If the metric gμν is dimensionless and gravitons are quantum excitations of the metric does that mean that gravitons themselves are dimensionless?
It has dimensions , at least look here to a particular metric , the matrix elements have the dimensions of meter square.
Is graviton energy included in the stress-energy tensor Tμν?
In phsyics there are several frames where different theories describe mathematically the data and observations, and also predict new systems, but in mainstream physics they are consistent with one another in the region of overlap.
Metrics of General Relativity belong to large dimensions large masses . GR is a classical theory, which means it is not quantized. The graviton is the hypothetical gauge boson of a quantized gravitational theory, expected in the future. At the moment only effective quantization of gravitation is used in mainstream cosmological models.
So it is mixing up apples and oranges to require GR to have gravitons included.
Actually classical gravitational waves can be detected so does that imply that gravitons can't be dimensionless?

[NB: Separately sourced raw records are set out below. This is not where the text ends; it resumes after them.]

# -- where the warnings reach -------------------------------------------------------
def test_warnings_reach_the_summary_and_python_warnings(tmp_path):
    """The run issues each results warning as a DoseattrWarning and the
    summary lists it (wrapped, also at hyphens, so compared without whitespace)."""
    (tmp_path / "p.csv").write_text(J_POINTS)
    a = analysis_from_dict({"unit": "ug/m3", "curve": {"points": "p.csv"},
                            "exposure": J_EXPOSURE}, tmp_path)
    with pytest.warns(DoseattrWarning, match="J-shape"):
        r = run_analysis(a)
    assert "".join(_has(r, NEGATIVE)[0].split()) in "".join(r.summary().split())


def test_each_outcome_gets_its_own(tmp_path):
    """Two outcomes over one exposure: only the one with RR per 0.01 (PAF
    >= 1 - 2 exp(-9 b) > 0.99, as in the first test) is warned about, and
    the run issues it with the outcome's name."""
    a = analysis_from_dict({"unit": "ug/m3", "exposure": EXPOSURE, "outcome": [
        {"name": "A", "curve": LOGLIN}, {"name": "B", "curve": {**LOGLIN, "per": 0.01}}]},
        tmp_path)
    with pytest.warns(DoseattrWarning, match=r"outcome 'B': the PAF is 100% \(above 0.99\)"):
        r = run_analysis(a)
    by_name = dict(r.outcomes)
    assert _has(by_name["B"], HIGH) and not _has(by_name["A"], HIGH)


def test_demo_raises_none_of_them():
    """The demo (PAF 9.5%, dose rules within 10% of each other, median
    near 9 ug/m3 against doses 5 to 100) raises none of these warnings."""
    from doseattr.analysis.config import load_analysis

    demo = Path(__file__).resolve().parent.parent / "data_demo" / "analysis.toml"
    with warnings.catch_warnings():
        warnings.simplefilter("ignore", DoseattrWarning)
        r = run_analysis(load_analysis(demo))
    for fragment in (HIGH, NEGATIVE, SCALE, COMPARE, EXTRAPOLATED):
        assert not _has(r, fragment)


@pytest.mark.parametrize("quiet", [False, True])
def test_the_command_line_prints_each_warning_on_standard_error(tmp_path, capsys, quiet):
    """``doseattr run`` shows each results warning once on standard error,
    as its own line, with or without --quiet; results.json lists it too."""
    import json

    from doseattr.cli import main

    (tmp_path / "p.csv").write_text(J_POINTS)
    (tmp_path / "a.toml").write_text('unit = "ug/m3"\n[curve]\npoints = "p.csv"\n[exposure]\n'
                                     + "".join(f"{k} = {v}\n" for k, v in J_EXPOSURE.items()))
    argv = ["run", str(tmp_path / "a.toml"), "--out", str(tmp_path / "out")]
    assert main(argv + (["--quiet"] if quiet else [])) == 0
    err = capsys.readouterr().err.splitlines()
    written = json.loads((tmp_path / "out" / "results.json").read_text())["warnings"]
    assert err == [f"doseattr: warning: {w}" for w in written]
    assert any(NEGATIVE in line for line in err)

It is not clear what you mean by dimensionless. All the particles in the standard model are point particles , thus have no dimensions. They are described when interacting with an energy and momentum four vector.
In string theories, which can quantize gravity, the graviton is part of the particle spectrum. If a definite theory is found then the graviton will be like the photon a zero dimension elementary particle.
Note that it is expected that mathematically, the quantized gravity theory will reduce to GR for large masses and dimensions. Here one can see the equivalent for electromagnetism, how classical electromagnetic fields emerge from the quantized fields of QED.
This emergent behavior happens in regions of phase space overlap between theories, for example: thermodynamics emerges from classical statistical mechanics. Otherwise physics would not be a consistent theoretical system.